Male.Graph$resids <- c(residuals(Male.lme1))
Male.Graph$AgeFactor <- Male.Data$AgeFactor
Male.Plot <- qplot(fits,resids, data=Male.Graph, geom=c("point","smooth"))
Male.Plot
This is a much more attractive version of the first graph above, and the fitted line clearly shows something not quite right with the residuals. A normal probability plot is needed, and this can be done in base R. The output confirms the suspicion that the residuals are not normally distributed. The second line of code below plots the line so that it is easier to see where deviations from normality occur.
qqnorm(Male.Graph$resids)
qqline(Male.Graph$resids)
Now we can go back to having some fun with ggplot2. There are four different age groups of males in the data, how do the groups affect the residuals? ggplot2 allows for easy group identification in plots:
Male.Plot2 <- qplot(fits,resids, data=Male.Graph, colour=AgeFactor)
Male.Plot2


That looks interesting, and the values are as expected: as the children get older, generally their energy intake increases. But are the trend lines for the residuals for each group the same? Again, ggplot2 can help, and I have set quite a wide trend bar and shrunk the size of the points so the the bar is more evident:
Male.PlotBasic <- ggplot(Male.Graph, aes(fits, resids)) +
    geom_point(size=0.01) +
    geom_smooth(size=1.5, se=F)
Male.PlotBasic + aes(colour=factor(AgeFactor))

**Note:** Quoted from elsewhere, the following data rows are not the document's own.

// Sprinkler heads (strewn/head.hpp, docs/irrigation.md): the keys one [[head]] and a [[layout]]'s
// head template share. Lengths in the site's unit; the flow in flow_unit (L/min in a metric
// site and gpm in a US one unless given); the profile a built-in shape or a leg-test CSV.
const std::vector<std::string> kHeadKeys = {"radius", "flow", "flow_unit", "profile", "profile_unit",
                                            "wind_stretch", "wind_shift", "downwind_deg"};

void read_head_pattern(const Reader& r, const toml::table& t, const std::string& p, Head& h) {
  h.radius_m = r.scale * r.number_in(t, p, "radius", 0.0, kMaxCoordinate);
  if (!(h.radius_m > 0.0)) fail(r.file, t.get("radius")->source(), p + ".radius", "must be above 0 (the wetted radius)");
  const std::string unit = r.text(t, p, "flow_unit", std::string(r.scale == 1.0 ? "L/min" : "gpm"));
  const std::optional<double> per = litres_per_minute_in(unit);
  if (!per)
    fail(r.file, t.get("flow_unit")->source(), p + ".flow_unit",
         "unknown flow unit '" + quoted_excerpt(unit) + "'" + (unit.size() <= 64 ? did_you_mean(unit, flow_unit_spellings()) : "") +
             " (use L/min, m3/h or gpm)");
  h.flow_l_per_min = *per * r.number_in(t, p, "flow", 0.0, kMaxExposure, std::nullopt, " " + unit);
  if (!(h.flow_l_per_min > 0.0)) fail(r.file, t.get("flow")->source(), p + ".flow", "must be above 0");
  const std::string name = r.text(t, p, "profile", std::string("triangular"));
  const bool builtin = name.find('.') == std::string::npos && name.find('/') == std::string::npos;
  if (builtin && t.contains("profile_unit"))
    fail(r.file, t.get("profile_unit")->source(), p + ".profile_unit", "only a profile from a CSV file takes profile_unit");
  try {
    if (builtin) {
      h.profile = generic_profile(name, h.radius_m);
    } else {
      std::optional<LengthUnit> declared;
      if (t.contains("profile_unit")) {
        const std::string u = r.text(t, p, "profile_unit");
        declared = length_unit_from(u);
        if (!declared)
          fail(r.file, t.get("profile_unit")->source(), p + ".profile_unit",
               "unknown unit '" + quoted_excerpt(u) + "'" + did_you_mean(u, length_unit_spellings()) + " (use m or ft)");
      }
      const std::filesystem::path csv = r.base_dir / name;
      if (r.files != nullptr) r.files->push_back(csv.string());
      h.profile = profile_to_radius(read_radial_profile_csv(csv.string(), declared, r.scale == 1.0 ? LengthUnit::metre : LengthUnit::foot),
                                    h.radius_m);
    }
  } catch (const input_error& e) {
    fail(r.file, t.contains("profile") ? t.get("profile")->source() : t.source(), p + ".profile", e.what());
  }
  h.wind.stretch = r.number_in(t, p, "wind_stretch", 0.0, 10.0, 1.0);
  if (!(h.wind.stretch > 0.0)) fail(r.file, t.get("wind_stretch")->source(), p + ".wind_stretch", "must be above 0 (1 is calm)");
  h.wind.shift_m = r.scale * r.number_in(t, p, "wind_shift", 0.0, kMaxCoordinate, 0.0);
  h.wind.downwind_deg = r.angle(t, p, "downwind_deg", 0.0);
}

The lines are clearly not parallel, so there are differences in model fit between the age groups. 

There are a lot more options in the ggplot2 package, which makes these types of plots much easier and faster to produce compared to using base R.

A small plug for the author: I have used the book ggplot2: Elegant Graphics for Data Analysis to skill myself up on this package. I purchased the Kindle version as I am trying to get my technical books into e-book format and Hadley Wickham, who is the author of the package as well as the author of the book, was very helpful answering my questions about the book before I purchased it.